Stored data

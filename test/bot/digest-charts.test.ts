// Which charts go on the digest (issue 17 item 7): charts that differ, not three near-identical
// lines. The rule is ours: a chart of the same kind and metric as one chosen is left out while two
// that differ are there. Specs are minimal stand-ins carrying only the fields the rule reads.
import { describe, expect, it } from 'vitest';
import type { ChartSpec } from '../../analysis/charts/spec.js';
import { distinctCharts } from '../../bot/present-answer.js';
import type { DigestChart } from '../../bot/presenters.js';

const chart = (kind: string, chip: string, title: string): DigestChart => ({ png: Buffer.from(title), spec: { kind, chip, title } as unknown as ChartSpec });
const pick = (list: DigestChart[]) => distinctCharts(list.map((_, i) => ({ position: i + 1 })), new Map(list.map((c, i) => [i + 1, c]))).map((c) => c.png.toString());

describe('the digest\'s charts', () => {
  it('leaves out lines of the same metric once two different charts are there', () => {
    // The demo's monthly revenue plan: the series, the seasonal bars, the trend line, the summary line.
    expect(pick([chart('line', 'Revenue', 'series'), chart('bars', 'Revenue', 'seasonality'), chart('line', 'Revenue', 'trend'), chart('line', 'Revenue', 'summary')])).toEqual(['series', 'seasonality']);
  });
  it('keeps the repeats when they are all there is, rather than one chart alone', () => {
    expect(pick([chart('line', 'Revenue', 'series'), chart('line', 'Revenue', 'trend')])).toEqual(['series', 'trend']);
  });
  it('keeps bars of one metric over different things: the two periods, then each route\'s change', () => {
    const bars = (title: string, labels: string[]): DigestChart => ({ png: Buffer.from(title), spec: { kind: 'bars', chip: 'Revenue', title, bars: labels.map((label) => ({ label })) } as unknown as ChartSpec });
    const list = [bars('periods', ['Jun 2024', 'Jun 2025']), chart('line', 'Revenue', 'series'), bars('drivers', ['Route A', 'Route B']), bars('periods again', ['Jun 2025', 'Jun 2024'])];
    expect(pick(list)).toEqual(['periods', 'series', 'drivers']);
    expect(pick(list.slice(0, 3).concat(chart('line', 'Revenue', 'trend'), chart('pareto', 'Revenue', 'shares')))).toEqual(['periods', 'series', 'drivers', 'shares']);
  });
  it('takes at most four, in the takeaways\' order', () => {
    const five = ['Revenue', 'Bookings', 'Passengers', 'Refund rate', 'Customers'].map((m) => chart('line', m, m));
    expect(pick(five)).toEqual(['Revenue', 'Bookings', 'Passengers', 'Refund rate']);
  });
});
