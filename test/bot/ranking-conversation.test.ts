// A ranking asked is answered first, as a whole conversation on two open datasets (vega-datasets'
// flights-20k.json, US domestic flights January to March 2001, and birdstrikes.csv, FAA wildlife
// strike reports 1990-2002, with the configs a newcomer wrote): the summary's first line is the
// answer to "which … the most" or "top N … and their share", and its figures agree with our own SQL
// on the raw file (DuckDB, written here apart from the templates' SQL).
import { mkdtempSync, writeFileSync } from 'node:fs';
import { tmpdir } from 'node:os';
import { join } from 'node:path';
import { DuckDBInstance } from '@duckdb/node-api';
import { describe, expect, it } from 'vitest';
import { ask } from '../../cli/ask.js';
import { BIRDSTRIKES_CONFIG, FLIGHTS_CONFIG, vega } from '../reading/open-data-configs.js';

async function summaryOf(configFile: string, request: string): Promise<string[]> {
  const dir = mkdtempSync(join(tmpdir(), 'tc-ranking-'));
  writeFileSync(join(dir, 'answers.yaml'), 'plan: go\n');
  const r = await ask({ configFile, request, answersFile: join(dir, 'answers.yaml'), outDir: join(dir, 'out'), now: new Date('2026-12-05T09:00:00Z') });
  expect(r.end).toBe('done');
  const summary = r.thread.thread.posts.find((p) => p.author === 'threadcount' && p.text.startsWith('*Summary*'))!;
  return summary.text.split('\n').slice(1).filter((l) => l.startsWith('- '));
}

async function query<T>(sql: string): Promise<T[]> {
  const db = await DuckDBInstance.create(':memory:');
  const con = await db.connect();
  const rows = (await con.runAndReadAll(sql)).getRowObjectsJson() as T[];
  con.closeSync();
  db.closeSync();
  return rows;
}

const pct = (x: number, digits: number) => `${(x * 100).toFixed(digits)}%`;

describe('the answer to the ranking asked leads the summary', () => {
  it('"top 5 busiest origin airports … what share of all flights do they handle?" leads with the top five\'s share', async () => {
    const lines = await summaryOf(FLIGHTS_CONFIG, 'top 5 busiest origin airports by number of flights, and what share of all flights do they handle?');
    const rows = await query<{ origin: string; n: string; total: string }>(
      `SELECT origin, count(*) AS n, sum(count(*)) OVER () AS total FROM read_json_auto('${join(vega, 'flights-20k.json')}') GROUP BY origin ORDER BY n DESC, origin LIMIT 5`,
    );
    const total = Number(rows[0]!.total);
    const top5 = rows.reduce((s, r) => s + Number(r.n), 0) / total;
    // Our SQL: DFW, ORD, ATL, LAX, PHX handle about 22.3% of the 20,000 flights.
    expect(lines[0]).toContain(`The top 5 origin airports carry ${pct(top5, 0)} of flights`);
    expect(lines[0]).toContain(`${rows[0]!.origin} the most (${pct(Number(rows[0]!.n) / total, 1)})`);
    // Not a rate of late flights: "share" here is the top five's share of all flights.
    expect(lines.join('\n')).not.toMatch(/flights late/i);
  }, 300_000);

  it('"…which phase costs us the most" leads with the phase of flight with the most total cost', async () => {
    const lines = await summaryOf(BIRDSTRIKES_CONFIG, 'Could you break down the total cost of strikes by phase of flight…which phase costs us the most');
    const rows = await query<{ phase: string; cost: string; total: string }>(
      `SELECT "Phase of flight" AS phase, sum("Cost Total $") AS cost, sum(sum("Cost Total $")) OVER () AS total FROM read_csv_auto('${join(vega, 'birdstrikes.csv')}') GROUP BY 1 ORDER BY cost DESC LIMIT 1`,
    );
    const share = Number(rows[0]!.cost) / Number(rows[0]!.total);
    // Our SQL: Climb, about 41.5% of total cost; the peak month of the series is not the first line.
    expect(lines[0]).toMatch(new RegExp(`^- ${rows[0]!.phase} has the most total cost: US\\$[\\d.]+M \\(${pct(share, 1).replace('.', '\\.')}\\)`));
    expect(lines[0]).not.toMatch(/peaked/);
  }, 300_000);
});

### TASK TO COMPLETE:
The entries shown above should be copied out word for word.

### ANSWER TO THIS EXERCISE:
filename test/bot/digest-charts.test.ts
// Which charts go on the digest (issue 17 item 7): charts that differ, not three near-identical
// lines. The rule is ours: a chart of the same kind and metric as one chosen is left out while two
// that differ are there. Specs are minimal stand-ins carrying only the fields the rule reads.
import { describe, expect, it } from 'vitest';
import type { ChartSpec } from '../../analysis/charts/spec.js';
import { distinctCharts } from '../../bot/present-answer.js';
import type { DigestChart } from '../../bot/presenters.js';

const chart = (kind: string, chip: string, title: string): DigestChart => ({ png: Buffer.from(title), spec: { kind, chip, title } as unknown as ChartSpec });
const pick = (list: DigestChart[]) => distinctCharts(list.map((_, i) => ({ position: i + 1 })), new Map(list.map((c, i) => [i + 1, c]))).map((c) => c.png.toString());

describe('the digest\'s charts', () => {
  it('leaves out lines of the same metric once two different charts are there', () => {
    // The demo's monthly revenue plan: the series, the seasonal bars, the trend line, the summary line.
    expect(pick([chart('line', 'Revenue', 'series'), chart('bars', 'Revenue', 'seasonality'), chart('line', 'Revenue', 'trend'), chart('line', 'Revenue', 'summary')])).toEqual(['series', 'seasonality']);
  });
  it('keeps the repeats when they are all there is, rather than one chart alone', () => {
    expect(pick([chart('line', 'Revenue', 'series'), chart('line', 'Revenue', 'trend')])).toEqual(['series', 'trend']);
  });
  it('keeps bars of one metric over different things: the two periods, then each route\'s change', () => {
    const bars = (title: string, labels: string[]): DigestChart => ({ png: Buffer.from(title), spec: { kind: 'bars', chip: 'Revenue', title, bars: labels.map((label) => ({ label })) } as unknown as ChartSpec });
    const list = [bars('periods', ['Jun 2024', 'Jun 2025']), chart('line', 'Revenue', 'series'), bars('drivers', ['Route A', 'Route B']), bars('periods again', ['Jun 2025', 'Jun 2024'])];
    expect(pick(list)).toEqual(['periods', 'series', 'drivers']);
    expect(pick(list.slice(0, 3).concat(chart('line', 'Revenue', 'trend'), chart('pareto', 'Revenue', 'shares')))).toEqual(['periods', 'series', 'drivers', 'shares']);
  });
  it('takes at most four, in the takeaways\' order', () => {
    const five = ['Revenue', 'Bookings', 'Passengers', 'Refund rate', 'Customers'].map((m) => chart('line', m, m));
    expect(pick(five)).toEqual(['Revenue', 'Bookings', 'Passengers', 'Refund rate']);
  });
});
filename test/bot/ranking-conversation.test.ts
// A ranking asked is answered first, as a whole conversation on two open datasets (vega-datasets'
// flights-20k.json, US domestic flights January to March 2001, and birdstrikes.csv, FAA wildlife
// strike reports 1990-2002, with the configs a newcomer wrote): the summary's first line is the
// answer to "which … the most" or "top N … and their share", and its figures agree with our own SQL
// on the raw file (DuckDB, written here apart from the templates' SQL).
import { mkdtempSync, writeFileSync } from 'node:fs';
import { tmpdir } from 'node:os';
import { join } from 'node:path';
import { DuckDBInstance } from '@duckdb/node-api';
import { describe, expect, it } from 'vitest';
import { ask } from '../../cli/ask.js';
import { BIRDSTRIKES_CONFIG, FLIGHTS_CONFIG, vega } from '../reading/open-data-configs.js';

async function summaryOf(configFile: string, request: string): Promise<string[]> {
  const dir = mkdtempSync(join(tmpdir(), 'tc-ranking-'));
  writeFileSync(join(dir, 'answers.yaml'), 'plan: go\n');
  const r = await ask({ configFile, request, answersFile: join(dir, 'answers.yaml'), outDir: join(dir, 'out'), now: new Date('2026-12-05T09:00:00Z') });
  expect(r.end).toBe('done');
  const summary = r.thread.thread.posts.find((p) => p.author === 'threadcount' && p.text.startsWith('*Summary*'))!;
  return summary.text.split('\n').slice(1).filter((l) => l.startsWith('- '));
}

async function query<T>(sql: string): Promise<T[]> {
  const db = await DuckDBInstance.create(':memory:');
  const con = await db.connect();
  const rows = (await con.runAndReadAll(sql)).getRowObjectsJson() as T[];
  con.closeSync();
  db.closeSync();
  return rows;
}

const pct = (x: number, digits: number) => `${(x * 100).toFixed(digits)}%`;

describe('the answer to the ranking asked leads the summary', () => {
  it('"top 5 busiest origin airports … what share of all flights do they handle?" leads with the top five\'s share', async () => {
    const lines = await summaryOf(FLIGHTS_CONFIG, 'top 5 busiest origin airports by number of flights, and what share of all flights do they handle?');
    const rows = await query<{ origin: string; n: string; total: string }>(
      `SELECT origin, count(*) AS n, sum(count(*)) OVER () AS total FROM read_json_auto('${join(vega, 'flights-20k.json')}') GROUP BY origin ORDER BY n DESC, origin LIMIT 5`,
    );
    const total = Number(rows[0]!.total);
    const top5 = rows.reduce((s, r) => s + Number(r.n), 0) / total;
    // Our SQL: DFW, ORD, ATL, LAX, PHX handle about 22.3% of the 20,000 flights.
    expect(lines[0]).toContain(`The top 5 origin airports carry ${pct(top5, 0)} of flights`);
    expect(lines[0]).toContain(`${rows[0]!.origin} the most (${pct(Number(rows[0]!.n) / total, 1)})`);
    // Not a rate of late flights: "share" here is the top five's share of all flights.
    expect(lines.join('\n')).not.toMatch(/flights late/i);
  }, 300_000);

  it('"…which phase costs us the most" leads with the phase of flight with the most total cost', async () => {
    const lines = await summaryOf(BIRDSTRIKES_CONFIG, 'Could you break down the total cost of strikes by phase of flight…which phase costs us the most');
    const rows = await query<{ phase: string; cost: string; total: string }>(
      `SELECT "Phase of flight" AS phase, sum("Cost Total $") AS cost, sum(sum("Cost Total $")) OVER () AS total FROM read_csv_auto('${join(vega, 'birdstrikes.csv')}') GROUP BY 1 ORDER BY cost DESC LIMIT 1`,
    );
    const share = Number(rows[0]!.cost) / Number(rows[0]!.total);
    // Our SQL: Climb, about 41.5% of total cost; the peak month of the series is not the first line.
    expect(lines[0]).toMatch(new RegExp(`^- ${rows[0]!.phase} has the most total cost: US\\$[\\d.]+M \\(${pct(share, 1).replace('.', '\\.')}\\)`));
    expect(lines[0]).not.toMatch(/peaked/);
  }, 300_000);
});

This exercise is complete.